The overall goal of this proposal is to characterize the novel tumor suppressor activity of a key metabolic enzyme and determine the mechanisms transforming metabolic effects into regulation of proliferation. FDH (10-formyltetrahydrofolate dehydrogenase) irreversibly converts 10-formyltetrahydrofolate, an essential substrate for de novo purine biosynthesis, to tetrahydrofolate. Through depletion of this substrate, FDH can restrict purine biosynthesis. In turn, this interferes with important downstream cellular processes, including DNA/RNA biosynthesis and DNA repair. Because of this critical metabolic function, down-regulation of FDH in cancer cells was predicted to be pro-survival. Indeed, we have initially made the important observation that FDH is strongly and ubiquitously down-regulated in tumors through the promoter hypermethylation. We have further demonstrated that moderate FDH expression in FDH-deficient cancer cells induces apoptotic cell death. In contrast, non-cancer cells are insensitive to high levels of the enzyme. Therefore, it is proposed that cancer cells silence the FDH gene in order to escape cytotoxicity. Studies of phenotypic effects upon reactivation of normal FDH expression in FDH-deficient tumor cells have further explored JNK1/2 and p53 as key components of FDH-induced apoptotic signaling, and determined DHFR and folate supplementation as proliferation rescue factors. Importantly, a novel pathway linking FDH, through intracellular folate regulation, to control of cell motility, was discovered. The current proposal extends previous studies of antiproliferative mechanisms of FDH, and related folates, to direct interaction with p53, their role in motility and possibly metastasis, and evaluation of its role in vivo in mouse model. Our central hypothesis is that FDH down- regulation through promoter hypermethylation is one of the important means by which malignancies gain pro- survival advantage over normal cells. We further suggest that FDH exerts its regulatory effects through multiple mechanisms.

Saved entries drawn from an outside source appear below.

// SPDX-License-Identifier: MIT
#pragma once

#include "cli/report/fixing.hpp"
#include "cli/report/text_table.hpp"

namespace dialwright::cli {

// What text and paper have in common.

/// How a table of quarter hours names where the shadow falls, and which way it is to be moved.
struct PlateWords {
    std::string right, up;         ///< "right", "up" or "east", "north"
    std::string turn, tip, roll;   ///< heads of the answers
    std::string tip_way, roll_way; ///< "top back", "north edge down"
};
[[nodiscard]] PlateWords plate_words(const Design& design);

/// "11:54.8": hours and minutes to a tenth.
[[nodiscard]] std::string reading_words(double hours);

[[nodiscard]] std::vector<layout::Flow::Column> noon_columns();
[[nodiscard]] TableRow noon_row(const Fixing& fixing, const FixingDate& date);
[[nodiscard]] std::vector<layout::Flow::Column> pair_columns();
[[nodiscard]] std::vector<TableRow> pair_rows(const Fixing& fixing, const FixingDate& date);
[[nodiscard]] std::vector<layout::Flow::Column> answer_columns(const Fixing& fixing);
[[nodiscard]] std::vector<TableRow> answer_rows(const Fixing& fixing, std::size_t face);

/// How north is found, how the plate is levelled or plumbed, which way to move it.
[[nodiscard]] std::string north_words();
[[nodiscard]] std::vector<std::string> level_words(const Fixing& fixing, std::size_t face);
[[nodiscard]] std::vector<std::string> move_words(const Fixing& fixing, std::size_t face);

} // namespace dialwright::cli
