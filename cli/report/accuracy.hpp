// SPDX-License-Identifier: MIT
#pragma once

#include "cli/commission.hpp"
#include "engine/dial/accuracy.hpp"
#include "layout/sheet/sheet.hpp"
#include "layout/sheet/tiling.hpp"

#include <string>
#include <vector>

namespace dialwright::cli {

/// How good a face will be: docs/accuracy.md.
struct FaceAccuracy {
    AccuracyPlan plan;
    std::vector<std::string> labels; ///< of the plan's lines, as the plate has them
    std::vector<AccuracyLine> lines;
    std::vector<Supported> supported;
};
[[nodiscard]] std::vector<FaceAccuracy> accuracy_of(const Commission& commission);

/// For people. For programs: docs/output-formats.md. An hour line at a season a row.
[[nodiscard]] std::string accuracy_text(const Commission& commission, const std::vector<FaceAccuracy>& faces);
[[nodiscard]] std::string accuracy_json(const Commission& commission, const std::vector<FaceAccuracy>& faces);
[[nodiscard]] std::string accuracy_csv(const Commission& commission, const std::vector<FaceAccuracy>& faces);
/// A page for each face: what it supports, the chart, the table.
[[nodiscard]] std::vector<layout::Sheet> accuracy_sheets(const Commission& commission,
                                                         const std::vector<FaceAccuracy>& faces,
                                                         const layout::PrintOptions& options);

} // namespace dialwright::cli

The Specific Aims to probe these mechanisms and test our hypothesis are: (1) Investigate the functional interaction of FDH with p53 tumor suppressor protein in cytoplasm. (2) Elucidate the molecular mechanisms leading to inhibition of cell motility by folate stress. (3) Determine the impact of FDH silencing on tumor initiation/progression using FDH deficient mouse model. Investigation of the critical role of FDH, in cancer cell survival/induction of folate stress at the onset of the disease, will provide important insight into the malignant process itself and link deregulation of key metabolic pathways to cancer disease, as well as establish new targets for diagnostics of the malignant transformation.
Folate, an important and essential part of the human diet, regulates many cellular processes including nucleotide biosynthesis and methylation, while folate deficiency promotes many diseases. This application is focused on a novel tumor suppressor function of FDH, an abundant human enzyme, which is an important regulator of folate pathways. Since FDH can function as a restrictor of excessive proliferation, understanding its role in cellular metabolism will provide better understanding of tumorigenic processes.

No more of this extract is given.